Consiglio di lettura: David Van Reybrouck, CONTRO LE ELEZIONI-Perché Votare Non è Più Democratico-
Serie bianca-FELTRINELLI, 2015, p. 155


Felice C. Besostri

franco ha detto...

Mi pare ci sia piena coincidenza con l’incipit del mio intervento che sottolineo: le istituzioni non rappresentano più la sede della saldatura tra società e politica da realizzarsi attraverso il suffragio e, di conseguenza, il consenso e svolgendo così il ruolo indispensabile di mediazione sociale e culturale.

lorenzo ha detto...

Credo che dovremmo tutti porci un paio di semplici domande. La prima: ci sentiamo rappresentati, personalmente o come categoria, dal Parlamento in carica? Temo che la risposta sarebbe largamente negativa (a meno di non essere parenti amici conoscenti, o beneficiati, di un certo parlamentare; a meno di non avere a disposizione un lobbista che porti avanti le proprie istanze o quelle di categoria; in entrambi i casi con l’effetto di distorcere la rappresentanza a favore del privilegio…). Seconda domanda: crediamo che saremmo meglio rappresentati da un Parlamento eletto con un sistema proporzionale? Avremmo un Parlamento immune dai vizi indicati prima? E, nel caso di voto proporzionale: con o senza preferenze? (Con la possibilità, nel secondo caso, di vendere il proprio voto a fronte di qualche beneficio?).

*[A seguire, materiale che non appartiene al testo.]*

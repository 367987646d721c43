import type { SessionView } from '../../shared/users.ts'
import { roles, type Role } from '../../shared/roles.ts'
import { database } from '../dataSource.ts'
import { User } from '../entities/User.ts'
import { logger } from '../logger.ts'
import { staff, teachers } from './demo/people.ts'
import { parents } from './demo/parents.ts'
import { seedClinic } from './seedClinic.ts'

/** One sign-in for each role, shown on the sign-in page and by `npm start`. */
const shownFor: Record<Role, string> = {
  therapist: 'adaeze',
  clinicLead: 'ines',
  administrator: 'pauline',
  guardian: 'luciaQuispe',
  teacher: 'kwabena',
}

const demoSignIns = (): SessionView['demoSignIns'] => {
  const people = [...staff, ...teachers, ...parents]
  return roles.flatMap((role) => {
    const person = people.find(({ key }) => key === shownFor[role])
    return person ? [{ role, name: person.displayName, email: person.email, password: person.password }] : []
  })
}

/**
 * Fills an empty database with the demo clinic, once, through the same services as real use; answers the sign-ins to
 * show. A database that already holds accounts is left alone.
 */
export const seedDemoOnce = async (appUrl: string): Promise<SessionView['demoSignIns']> => {
  if ((await database().manager.count(User)) === 0) {
    const started = performance.now()
    await seedClinic(appUrl)
    logger.info({ ms: Math.round(performance.now() - started) }, 'the demo clinic was made')
  }
  return demoSignIns()
}
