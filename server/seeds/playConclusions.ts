import { listEvidence } from '../queries/conclusionEvidence.ts'
import { findConclusion } from '../queries/conclusions.ts'
import { saveConclusion, startConclusion } from '../services/conclusions.ts'
import { countersignConclusion, signConclusion } from '../services/conclusionSigning.ts'
import type { DemoConclusion } from './demo/assessmentTypes.ts'
import type { StaffKey } from './demo/people.ts'
import { acting, idIn, storyOf, type Scene } from './playScene.ts'

/** More than this nobody rests a conclusion on; the newest come first. */
const mostEvidence = 40

export const playConclusion = async (
  scene: Scene,
  number: number,
  { by, restsOn, content, signed, replacesEarlier }: DemoConclusion,
  index: number,
): Promise<void> => {
  const { conclusionIds } = storyOf(scene, number)
  const { actor, access } = await acting(scene, number, by)
  const replacesId = replacesEarlier ? idIn(conclusionIds, index - 1) : null
  const id = await startConclusion(actor, access, { replacesId }, null)
  conclusionIds.set(index, id)
  const evidence = (await listEvidence(access))
    .filter(({ kind, superseded }) => restsOn.includes(kind) && !superseded)
    .slice(0, mostEvidence)
    .map(({ kind, id: evidenceId }) => ({ kind, id: evidenceId }))
  const { version } = await findConclusion(access, id)
  const saved = await saveConclusion(actor, access, id, version, { ...content, evidence })
  if (signed) await signConclusion(actor, access, id, saved.version)
}

export const playSecondSignature = async (
  scene: Scene,
  number: number,
  index: number,
  by: StaffKey,
): Promise<void> => {
  const { actor, access } = await acting(scene, number, by)
  const id = idIn(storyOf(scene, number).conclusionIds, index)
  const { version } = await findConclusion(access, id)
  await countersignConclusion(actor, access, id, version)
}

O forse non ci sentiremmo meglio rappresentati da un parlamentare eletto in un piccolo collegio (se i parlamentari sono circa seicento, un collegio potrebbe contenere centomila abitanti, cioè un mondo dove tutti conoscono tutti) con la possibilità di seguirlo, contattarlo, controllarlo, perché al collegio deve rimanere legato… Secondo me questa è la rappresentanza: non quella di un parlamentare che rappresenta sessanta milioni di abitanti, quindi, in realtà, solo se stesso e i propri interessi…


Lorenzo Borla

roel ha detto...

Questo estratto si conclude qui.